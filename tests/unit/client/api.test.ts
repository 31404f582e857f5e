// The browser's one API helper: how refusals are read, and that a silent server ends in a message.
// The timeout cases talk to a real local HTTP server that never answers (no mocked fetch).
import { createServer, type Server } from "node:http";
import type { AddressInfo } from "node:net";
import { afterAll, beforeAll, describe, expect, it } from "vitest";
import {
  callApi,
  clientTimeoutMs,
  CLIENT_TIMEOUT_MS,
  problemFrom,
  noAnswerProblem,
  stripPrefixes,
  TIMEOUT_MESSAGE,
  OFFLINE_MESSAGE,
  CANCELLED_MESSAGE,
} from "@/lib/client/api";

describe("problemFrom reads every error shape the server sends (lib/http/handler.ts errorResponse)", () => {
  it("a zod refusal: message and field problems, prefixes removed when asked", () => {
    const p = problemFrom(
      400,
      {
        error: "Pick the site (and 1 more to fix)",
        code: "bad-request",
        fields: { "data.site": "Pick the site", "finding.zone": "Pick a zone" },
      },
      { fieldPrefixes: ["data", "finding"] },
    );
    expect(p).toMatchObject({ status: 400, code: "bad-request", message: "Pick the site (and 1 more to fix)", conflict: false });
    expect(p.fields).toEqual({ site: "Pick the site", zone: "Pick a zone" });
  });

  it("keeps field keys as sent when no prefix is named", () => {
    expect(problemFrom(400, { error: "x", fields: { "data.site": "Pick" } }).fields).toEqual({ "data.site": "Pick" });
  });

  it("an HttpError with fields in details", () => {
    const p = problemFrom(400, { error: "That code is taken.", code: "bad-request", details: { fields: { code: "Already used" } } });
    expect(p.fields).toEqual({ code: "Already used" });
    expect(p.message).toBe("That code is taken.");
  });

  it("a stale save (409): conflict, the server's words and the facts in details", () => {
    const details = { currentVersion: 4, updatedBy: "Ana Ruiz", updatedAt: "2026-01-01T10:00:00Z", current: { site: "x" } };
    const p = problemFrom(409, { error: "Ana Ruiz saved this case at 10:00 UTC while you were editing.", code: "conflict", details });
    expect(p.conflict).toBe(true);
    expect(p.code).toBe("conflict");
    expect(p.details).toEqual(details);
    expect(p.message).toMatch(/^Ana Ruiz saved/);
  });

  it("a route's own keys stay readable in body (fleet rows)", () => {
    const rows = [{ row: 3, column: "mounted_on", message: "Not a date" }];
    const p = problemFrom(400, { error: "The fleet list has 1 problem; nothing was stored.", code: "invalid-rows", rows, errorCount: 1 });
    expect(p.body.rows).toEqual(rows);
    expect(p.code).toBe("invalid-rows");
  });

  it("an answer that is not JSON, or has no message, falls back to the caller's words, then to plain ones", () => {
    expect(problemFrom(502, null, { fallback: "Photos could not be loaded." }).message).toBe("Photos could not be loaded.");
    expect(problemFrom(502, "<html>").message).toMatch(/error 502/);
    expect(problemFrom(401, {}).message).toMatch(/Sign in again/);
    expect(problemFrom(409, {}).conflict).toBe(true);
    expect(problemFrom(400, { error: "   " }).message).toMatch(/refused/);
  });

  it("ignores field values that are not strings", () => {
    expect(problemFrom(400, { fields: { a: "ok", b: 3, c: null } }).fields).toEqual({ a: "ok" });
  });

  it("stripPrefixes keeps the first message when two keys meet", () => {
    expect(stripPrefixes({ "data.site": "one", site: "two" }, ["data"])).toEqual({ site: "one" });
  });

  it("no answer at all: status 0 and a plain message", () => {
    expect(noAnswerProblem("timeout")).toMatchObject({ status: 0, code: "timeout", message: TIMEOUT_MESSAGE });
    expect(noAnswerProblem("offline").message).toBe(OFFLINE_MESSAGE);
    expect(noAnswerProblem("cancelled").message).toBe(CANCELLED_MESSAGE);
  });
});

describe("callApi against a real HTTP server", () => {
  let server: Server;
  let base = "";
  const seen: { method?: string; type?: string; body: string }[] = [];
  beforeAll(async () => {
    server = createServer((req, res) => {
      let body = "";
      req.on("data", (c) => (body += c));
      req.on("end", () => {
        seen.push({ method: req.method, type: req.headers["content-type"], body });
        if (req.url === "/silent") return; // never answers
        if (req.url === "/refuse") {
          res.writeHead(400, { "content-type": "application/json" });
          return res.end(JSON.stringify({ error: "Pick the site", code: "bad-request", fields: { "data.site": "Pick the site" } }));
        }
        res.writeHead(200, { "content-type": "application/json" });
        res.end(JSON.stringify({ echo: body }));
      });
    });
    await new Promise<void>((r) => server.listen(0, "127.0.0.1", r));
    base = `http://127.0.0.1:${(server.address() as AddressInfo).port}`;
  });
  afterAll(async () => {
    server.closeAllConnections();
    await new Promise((r) => server.close(r));
  });

  it("sends JSON with its content type and returns the data", async () => {
    const r = await callApi<{ echo: string }>("PATCH", `${base}/ok`, { json: { a: 1 } });
    expect(r).toEqual({ ok: true, status: 200, data: { echo: '{"a":1}' } });
    expect(seen.at(-1)).toMatchObject({ method: "PATCH", type: "application/json" });
  });

  it("sends a form as multipart", async () => {
    const form = new FormData();
    form.set("file", new Blob(["unit,months\n"], { type: "text/csv" }), "fleet.csv");
    const r = await callApi("POST", `${base}/ok`, { form });
    expect(r.ok).toBe(true);
    expect(seen.at(-1)?.type).toMatch(/^multipart\/form-data; boundary=/);
  });

  it("reads a refusal into fields and message", async () => {
    const r = await callApi("POST", `${base}/refuse`, { json: {}, fieldPrefixes: ["data"] });
    expect(r).toMatchObject({ ok: false, status: 400, message: "Pick the site", fields: { site: "Pick the site" } });
  });

  it("gives up on a silent server after the time limit with the timeout message", async () => {
    const started = Date.now();
    const r = await callApi("GET", `${base}/silent`, { timeoutMs: 150 });
    expect(r).toMatchObject({ ok: false, status: 0, code: "timeout", message: TIMEOUT_MESSAGE });
    expect(Date.now() - started).toBeLessThan(5_000); // arithmetic: 150 ms limit, generous margin for a loaded machine
  });

  it("without a limit of its own a call uses the page's limit when one is set, else 20 s", async () => {
    const g = globalThis as { tearlineClientTimeoutMs?: unknown };
    expect(clientTimeoutMs()).toBe(CLIENT_TIMEOUT_MS);
    for (const bad of [0, -5, Number.NaN, "100"]) {
      g.tearlineClientTimeoutMs = bad;
      expect(clientTimeoutMs()).toBe(CLIENT_TIMEOUT_MS);
    }
    g.tearlineClientTimeoutMs = 150;
    try {
      expect(await callApi("GET", `${base}/silent`)).toMatchObject({ ok: false, status: 0, code: "timeout", message: TIMEOUT_MESSAGE });
    } finally {
      delete g.tearlineClientTimeoutMs;
    }
  });

  it("a caller's cancel is not reported as a timeout", async () => {
    const c = new AbortController();
    const pending = callApi("GET", `${base}/silent`, { timeoutMs: 10_000, signal: c.signal });
    setTimeout(() => c.abort(), 50);
    expect(await pending).toMatchObject({ ok: false, status: 0, code: "cancelled" });
  });

  it("a refused connection reads as offline", async () => {
    const closed = createServer();
    await new Promise<void>((r) => closed.listen(0, "127.0.0.1", r));
    const port = (closed.address() as AddressInfo).port;
    await new Promise((r) => closed.close(r));
    expect(await callApi("GET", `http://127.0.0.1:${port}/x`)).toMatchObject({
      ok: false,
      status: 0,
      code: "offline",
      message: OFFLINE_MESSAGE,
    });
  });
});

..........

Exercise description
In the records, which lines use the word "async"? Report them.

Solution to the exercise
  beforeAll(async () => {
  afterAll(async () => {
  it("sends JSON with its content type and returns the data", async () => {
  it("sends a form as multipart", async () => {
  it("reads a refusal into fields and message", async () => {
  it("gives up on a silent server after the time limit with the timeout message", async () => {
  it("without a limit of its own a call uses the page's limit when one is set, else 20 s", async () => {
  it("a caller's cancel is not reported as a timeout", async () => {
  it("a refused connection reads as offline", async () => {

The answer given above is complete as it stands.